Requirement - Comb through the entries for "unitNames" and pull out each line that holds it.

[[ Raw data open ]]

package format_test

import (
	"fmt"

	"lagwright/cmd/lagwright/internal/format"
)

func ExampleValue() {
	low, high := 12.12, 12.74
	fmt.Println(format.Value(12.43121, &low, &high, "K/V"))
	low, high = 2.6, 4.9
	fmt.Println(format.Value(3.2, &low, &high, "s"))
	fmt.Println(format.Value(3.2, &low, nil, "s"))
	// Output:
	// 12.43 ± 0.31 K/V
	// 3.2 s (2.6 to 4.9)
	// 3.20 s (at least 2.60)
}

func ExampleText() {
	fmt.Println(format.Text("oven\x1b[31m3.csv"))
	// Output: oven\x1b[31m3.csv
}
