package format

import (
	"fmt"
	"math"
)

// Value writes an estimate with its bound and unit. low and high are the ends
// of the interval, nil where the log sets none:
//
//	12.43 ± 0.31 K/V
//	3.2 s (2.6 to 4.9)      the interval is lopsided
//	3.2 s (at least 2.6)    no upper end; "at most" without a lower one
//	3.2 s (no bound)
//
// The half-width of the interval is given two significant digits (GUM,
// JCGM 100:2008, 7.2.6: at most two usually suffice) and the value as many
// decimals. An interval of no width is a number someone fixed: no bound is
// written.
func Value(v float64, low, high *float64, unit string) string {
	switch {
	case low == nil && high == nil:
		return Amount(v, unit, 3) + " (no bound)"
	case low == nil:
		d := decimals(*high - v)
		return join(fixed(v, d), unit) + " (at most " + fixed(*high, d) + ")"
	case high == nil:
		d := decimals(v - *low)
		return join(fixed(v, d), unit) + " (at least " + fixed(*low, d) + ")"
	}
	down, up := v-*low, *high-v
	half := (up + down) / 2
	if half == 0 {
		return join(Short(v, 6), unit)
	}
	if exact(v, half) {
		return join(Short(v, mostDigits), unit) + fmt.Sprintf(" (exact to %d digits)", mostDigits)
	}
	if lopsided(down, up) {
		d := decimals(half)
		return join(fixed(v, d), unit) + " (" + fixed(*low, d) + " to " + fixed(*high, d) + ")"
	}
	if scientific(v, half) {
		return join(Number(v, digitsFor(v, half))+" ± "+Number(half, 2), unit)
	}
	d := decimals(half)
	return join(fixed(v, d)+" ± "+fixed(half, d), unit)
}

// Interval writes the ends of an interval alone: "12.12 to 12.74", "at least
// 12.1", "no bound". The digits match those of [Value].
func Interval(v float64, low, high *float64) string {
	switch {
	case low == nil && high == nil:
		return "no bound"
	case low == nil:
		return "at most " + fixed(*high, decimals(*high-v))
	case high == nil:
		return "at least " + fixed(*low, decimals(v-*low))
	case *low == *high:
		return "fixed"
	}
	half := (*high - *low) / 2
	if exact(v, half) {
		return fmt.Sprintf("exact to %d digits", mostDigits)
	}
	if scientific(v, half) {
		return Number(*low, digitsFor(*low, half)) + " to " + Number(*high, digitsFor(*high, half))
	}
	d := decimals(half)
	return fixed(*low, d) + " to " + fixed(*high, d)
}

// mostDigits is how many digits of an estimate are written, however well it is
// known: no thermocouple knows more.
const mostDigits = 6

// exact tells a bound that does not show in the digits written.
func exact(v, half float64) bool {
	return half < math.Abs(v)*math.Pow10(-mostDigits) || math.Max(math.Abs(v), half) < nothing
}

// scientific tells numbers that read better with an exponent.
func scientific(v, half float64) bool {
	return half < 1e-6 || math.Max(math.Abs(v), half) < 1e-3 || math.Abs(v) >= 1e6
}

// Amount writes a number without a bound: significant digits and unit.
func Amount(v float64, unit string, digits int) string {
	return join(Short(v, digits), unit)
}

// Optional is Amount, or "-" where the figure does not exist.
func Optional(v *float64, unit string, digits int) string {
	if v == nil {
		return "-"
	}
	return Amount(*v, unit, digits)
}

// lopsided tells whether the sides of an interval differ by more than a
// tenth of its half-width, so that ± would misstate it.
func lopsided(down, up float64) bool {
	return down < 0 || up < 0 || math.Abs(up-down) > 0.1*(up+down)
}

// decimals that give a width two significant digits, at most six.
func decimals(width float64) int {
	width = math.Abs(width)
	if width == 0 || math.IsNaN(width) || math.IsInf(width, 0) {
		return 3
	}
	return min(max(1-magnitude(width, 2), 0), 6)
}

// digitsFor gives v as many significant digits as reach the second digit of
// its bound.
func digitsFor(v, half float64) int {
	if v == 0 {
		return 1
	}
	return max(magnitude(v, 3)-magnitude(half, 2)+2, 2)
}

func join(number, unit string) string {
	switch unit {
	case "":
		return number
	case "°":
		return number + unit
	}
	return number + " " + Unit(unit)
}
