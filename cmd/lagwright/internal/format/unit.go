package format

import (
	"math"
	"strconv"
	"strings"
)

// Unit writes a unit of a file as people do: degC is °C, V2 is V². No unit is
// long; what is is cut.
func Unit(u string) string {
	const longest = 24
	return Clip(unitNames.Replace(Text(u)), longest)
}

var unitNames = strings.NewReplacer(
	"degC", "°C", "degF", "°F", "^2", "²", "V2", "V²", "%2", "%²", "mA2", "mA²", "*", "·",
)

// Percent writes a share between 0 and 1. It never rounds a share that is
// short of everything up to 100 %, nor one above nothing down to 0 %.
func Percent(share float64) string {
	p := 100 * share
	switch {
	case math.IsNaN(p):
		return "-"
	case p > 99.95 && p < 100:
		return "over 99.9 %"
	case p > 0 && p < 0.05:
		return "under 0.1 %"
	}
	s := strings.TrimSuffix(strconv.FormatFloat(p, 'f', 1, 64), ".0")
	return s + " %"
}

// Duration writes seconds in the two units that fit: "850 ms", "12.5 s",
// "4 min 5 s", "2 h 10 min", "3 d 4 h".
func Duration(seconds float64) string {
	a := math.Abs(seconds)
	switch {
	case math.IsNaN(a) || math.IsInf(a, 0):
		return "-"
	case a == 0:
		return "0 s"
	case a < 0.9995:
		return Short(seconds*1000, 3) + " ms"
	case a < 119.5:
		return Short(seconds, 3) + " s"
	}
	whole := int64(math.Round(a))
	sign := ""
	if seconds < 0 {
		sign = "-"
	}
	switch {
	case whole < 3600:
		return sign + two(whole/60, "min", whole%60, "s")
	case whole < 86400:
		return sign + two(whole/3600, "h", whole%3600/60, "min")
	}
	return sign + two(whole/86400, "d", whole%86400/3600, "h")
}

// TimeUnit is the one unit in which times, of which some may be missing, are
// written beside each other, and its seconds: minutes where the longest has ten,
// hours where it has one.
func TimeUnit(times ...*float64) (unit string, seconds float64) {
	longest := 0.0
	for _, t := range times {
		if t != nil {
			longest = math.Max(longest, *t)
		}
	}
	switch {
	case longest >= 3600:
		return "h", 3600
	case longest >= 600:
		return "min", 60
	}
	return "s", 1
}

func two(big int64, bigUnit string, small int64, smallUnit string) string {
	s := strconv.FormatInt(big, 10) + " " + bigUnit
	if small > 0 {
		s += " " + strconv.FormatInt(small, 10) + " " + smallUnit
	}
	return s
}

// Count writes a whole number with its noun: "1 run", "12 000 rows".
func Count(n int, one, many string) string {
	if n == 1 {
		return "1 " + one
	}
	return Thousands(n) + " " + many
}

// Thousands parts a whole number from five digits on: 12 000.
func Thousands(n int) string {
	s := strconv.Itoa(n)
	if len(strings.TrimPrefix(s, "-")) < 5 {
		return s
	}
	var b strings.Builder
	for i, r := range s {
		if left := len(s) - i; i > 0 && left%3 == 0 && s[i-1] != '-' {
			b.WriteByte(' ')
		}
		b.WriteRune(r)
	}
	return b.String()
}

[[ Raw data closed ]]

Reply -
	return Clip(unitNames.Replace(Text(u)), longest)
var unitNames = strings.NewReplacer(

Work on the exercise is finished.